═══ The data ═══

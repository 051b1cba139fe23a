import { OVERLAP_KERNEL_HEX } from './overlap-kernel.generated.js'
import { areFastPathsEnabled, compileOnce, wasmApi, WASM_PAGE, type WasmMemory } from './wasm.js'
import { Xoshiro256StarStar } from '../random/xoshiro256.js'
import type { RandomSource } from '../random/source.js'

/**
 * The per-sweep Fisher–Yates shuffle run in WebAssembly on native 64-bit words, for the
 * engine's own xoshiro256** streams: a JavaScript draw costs tens of nanoseconds (64-bit
 * arithmetic on 32-bit halves), a native one about one. The kernel continues the stream
 * from the generator's state and writes the state back, so the stream, the order and the
 * generator's last output are exactly those of the plain loop. Other sources return false
 * and the caller shuffles in JavaScript.
 */
interface ShuffleExports {
  memory: WasmMemory
  shuffle: (order: number, n: number, state: number) => void
}

const module = compileOnce(OVERLAP_KERNEL_HEX)
let kernel: ShuffleExports | null | undefined

function shuffleKernel (): ShuffleExports | null {
  if (kernel === undefined) {
    const api = wasmApi()
    const mod = module()
    kernel = api === null || mod === null ? null : new api.Instance(mod, { host: { exp: Math.exp } }).exports as unknown as ShuffleExports
  }
  return kernel
}

/** The generator's state words, [s0 high, s0 low, s1 high, …] (see random/xoshiro256.ts), if reachable. */
function xoshiroState (rng: RandomSource): Int32Array | null {
  if (!(rng instanceof Xoshiro256StarStar)) return null
  const s = (rng as unknown as { s?: unknown }).s
  return s instanceof Int32Array && s.length === 8 ? s : null
}

const STATE_AT = 0
const ORDER_AT = 64

/** Shuffles `order` in place exactly as the plain loop would with `rng`; false if it cannot. */
export function nativeShuffle (order: Int32Array, rng: RandomSource): boolean {
  if (!areFastPathsEnabled()) return false
  const s = xoshiroState(rng)
  if (s === null) return false
  const k = shuffleKernel()
  if (k === null) return false
  const n = order.length
  if (n < 2) return true
  const need = ORDER_AT + 4 * n
  const have = k.memory.buffer.byteLength
  if (need > have) k.memory.grow(Math.ceil((need - have) / WASM_PAGE))
  const buffer = k.memory.buffer
  const state = new Int32Array(buffer, STATE_AT, 10)
  for (let w = 0; w < 4; w++) {
    state[2 * w] = s[2 * w + 1]!
    state[2 * w + 1] = s[2 * w]!
  }
  const view = new Int32Array(buffer, ORDER_AT, n)
  view.set(order)
  k.shuffle(ORDER_AT, n, STATE_AT)
  order.set(view)
  for (let w = 0; w < 4; w++) {
    s[2 * w + 1] = state[2 * w]!
    s[2 * w] = state[2 * w + 1]!
  }
  rng.word[0] = state[8]!
  rng.word[1] = state[9]!
  return true
}
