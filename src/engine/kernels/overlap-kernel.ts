import { EMPTY, unlessMemoryRefused, withKernelHooks, Workspaces, type Workspace } from './wasm.js'
import { SAMPLE_BLOCK, sampleBlockBytes, type KernelExports, type KernelsUsing } from './signatures.js'
import { stateFromKernel, stateToKernel, xoshiroState } from './native-random.js'
import { GlauberTable } from './glauber-table.js'
import type { RandomSource } from '../random/source.js'
import type { ThermalSampling, ThermalTotals } from '../network/network.js'

/**
 * WebAssembly SIMD128 fast path of the overlap-space network (kernel text and memory
 * layout: scripts/gen-kernels.ts).
 *
 * ## Why this shape
 * A visit costs one dot product of a neuron's P pattern entries with the P overlaps, so the
 * patterns are held neuron-major as int8 (one contiguous row per visit, 16 entries per SIMD
 * load, N·P bytes in all) and the overlaps as int16 lanes when N ≤ 32767 (eight products
 * per `i32x4.dot_i16x8_s`), int32 lanes otherwise. Every quantity is an exact integer, so
 * the kernel reproduces the plain path bit for bit. Whole sweeps and synchronous steps run
 * inside one call, and so do whole zero-temperature trials when nothing is observed between
 * sweeps (the shuffle then runs natively on the engine's xoshiro256** state). Otherwise the
 * caller draws the visiting order and Glauber's uniforms before the sweep they serve, in the
 * order the plain path draws them.
 *
 * ## Memory
 * Small networks share one module instance (one linear memory, grown as needed): the network
 * keeps its own copy of the neuron-major patterns, which is copied in when another network
 * used the workspace last. State and overlaps stay canonical in the network's JavaScript
 * arrays and cross the boundary (O(N + P) bytes) on every call. Networks whose patterns take
 * at least `privateBytes` (8 MiB) get an instance of their own holding the only copy, so a
 * big network costs N·P bytes once (plus its pattern-major copy). (One memory per small
 * network would be simpler, but V8 reserves gigabytes of address space per memory and stalls
 * on garbage collection when thousands of networks are built in a row.)
 */
type OverlapExports = KernelsUsing<'overlaps16' | 'overlaps32' | 'transpose' | 'packRows' | 'overlapsBits' | 'runAsync16' | 'sumSquares16'>
/** The other dynamics, in the companion module that runs on the same memory (signatures.ts). */
type MoreExports = Pick<KernelExports, 'sweep16' | 'sweep32' | 'sync16' | 'sync32' | 'glauber16' | 'glauber32' | 'glauberSync16' | 'glauberSync32' | 'runGlauber16' | 'runSync16' | 'runSync32'>
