import { EMPTY, unlessMemoryRefused, Workspaces, type Workspace } from './wasm.js'
import type { KernelsUsing } from './signatures.js'

/**
 * WebAssembly SIMD128 fast path of the modern softmax network (models/softmax/memory.ts; kernel
 * text: "softmax" in scripts/gen-kernels.ts).
 *
 * ## Why this shape
 * An update is two passes over the P × d patterns: the overlaps x^μ·ξ (each a sequential sum
 * over the entries) and the weighted sum Σ_μ c_μ x^μ. The plain loops add one term at a time
 * to one accumulator; here eight overlaps (or sixteen entries of the sum) advance side by side
 * in SIMD lanes, each lane adding the plain terms in the plain order. A ±1 entry times a double
 * is that double with its sign flipped or kept, done exactly by XOR with the sign bit, so
 * every lane computes the plain double bit for bit. The exponentials, the largest score and
 * the normalisation stay in the plain JavaScript (O(P) per update).
 *
 * Memory: the patterns keep their pattern-major layout (the kernels read past the end of a
 * row; see the generator). A network with 8 MiB of patterns or more owns a private instance
 * whose memory holds the only copy (`patterns` is a view into it); smaller ones share an
 * instance and copy their patterns in when another network used it last.
 */
type SoftmaxExports = KernelsUsing<'softmaxOverlaps' | 'softmaxAccumulate'>

const workspaces = new Workspaces<SoftmaxExports>('softmax', 8 * 1024 * 1024)

/** Moves the shared/private boundary (tests use it to exercise private instances on small networks). */
export function setSoftmaxPrivateBytes (bytes: number): void {
  workspaces.privateBytes = bytes
}

let nextId = 1
const align16 = (x: number): number => (x + 15) & ~15

/** Bytes the kernel adds beside the patterns (memory estimates): state, overlaps, coefficients, sums. */
export function softmaxKernelExtraBytes (dimension: number, patterns: number): number {
  return 16 * align16(dimension) + 16 * patterns + 64
}

export class SoftmaxKernel {
  readonly name = 'wasm-simd128-softmax'
  /** The patterns, pattern-major: the caller's array (shared instance) or a view into the private memory. */
  readonly patterns: Int8Array
  private readonly ws: Workspace<SoftmaxExports>
  private readonly k: SoftmaxExports
  private readonly isPrivate: boolean
  private readonly id = nextId++
  private readonly d: number
  private readonly p: number
  private readonly patAt = 0
  private readonly stAt: number
  private readonly ovAt: number
  private readonly coefAt: number
  private readonly outAt: number
  private readonly end: number
  private buffer: ArrayBuffer | null = null
  private st64: Float64Array = EMPTY.f64
  private ov64: Float64Array = EMPTY.f64
  private coef64: Float64Array = EMPTY.f64
  private out64: Float64Array = EMPTY.f64

  /**
   * Null when the host lacks WebAssembly SIMD or the layout does not fit a 32-bit memory. With
   * `patterns` null the caller fills `patterns` itself afterwards (a private memory then holds
   * the only copy from the start: no second pattern-sized array exists even while building).
   */
  static create (patterns: Int8Array | null, dimension: number, count: number): SoftmaxKernel | null {
    if (dimension * count + softmaxKernelExtraBytes(dimension, count) > 3.5 * 2 ** 30) return null
    const ws = workspaces.for(dimension * count)
    return ws === null ? null : unlessMemoryRefused(() => new SoftmaxKernel(ws, patterns, dimension, count))
  }

  private constructor (ws: Workspace<SoftmaxExports>, patterns: Int8Array | null, d: number, p: number) {
    this.ws = ws
    this.k = ws.k
    this.d = d
    this.p = p
    const dd = align16(d)
    // 16 bytes of slack: the last row is read 16 bytes at a time past its end.
    this.stAt = align16(d * p + 16)
    this.ovAt = this.stAt + 8 * dd
    this.coefAt = align16(this.ovAt + 8 * p)
    this.outAt = align16(this.coefAt + 8 * p)
    this.end = this.outAt + 8 * dd
    this.isPrivate = ws.isPrivate
    ws.reserve(this.end)
    if (this.isPrivate) {
      this.patterns = new Int8Array(ws.buffer, this.patAt, d * p)
      if (patterns !== null) this.patterns.set(patterns)
    } else {
      this.patterns = patterns ?? new Int8Array(d * p)
    }
  }

  /** out[μ] = (x^μ·state)·scale for every pattern, as the plain loop computes it. */
  overlaps (state: Float64Array, out: Float64Array, scale: number): void {
    this.enter()
    this.st64.set(state.subarray(0, this.d))
    this.k.softmaxOverlaps(this.patAt, this.d, this.stAt, this.ovAt, this.p, scale)
    out.set(this.ov64)
  }

  /** out[i] = Σ_μ coef[μ]·x_i^μ for i < d, each sum from +0 in μ order, as the plain loop computes it. */
  accumulate (coef: Float64Array, out: Float64Array): void {
    this.enter()
    this.coef64.set(coef.subarray(0, this.p))
    this.k.softmaxAccumulate(this.patAt, this.d, this.coefAt, this.outAt, this.p)
    out.set(this.out64.subarray(0, this.d))
  }

  private enter (): void {
    const ws = this.ws
    if (!this.isPrivate) ws.reserve(this.end)
    const buffer = ws.buffer
    if (buffer !== this.buffer) {
      this.buffer = buffer
      this.st64 = new Float64Array(buffer, this.stAt, align16(this.d))
      this.ov64 = new Float64Array(buffer, this.ovAt, this.p)
      this.coef64 = new Float64Array(buffer, this.coefAt, this.p)
      this.out64 = new Float64Array(buffer, this.outAt, align16(this.d))
    }
    if (ws.residentId !== this.id) {
      if (!this.isPrivate) new Int8Array(buffer, this.patAt, this.d * this.p).set(this.patterns)
      // State padding must be +0: the overlap pass adds its sign-flipped copies.
      this.st64.fill(0)
      ws.residentId = this.id
    }
  }
}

═══

Work request -> What is needed is each line from the records with the word "false" in it.

Reply to the task ->
 * generator's last output are exactly those of the plain loop. Other sources return false
/** Shuffles `order` in place exactly as the plain loop would with `rng`; false if it cannot. */
  if (!areFastPathsEnabled()) return false
  if (s === null) return false
  if (k === null) return false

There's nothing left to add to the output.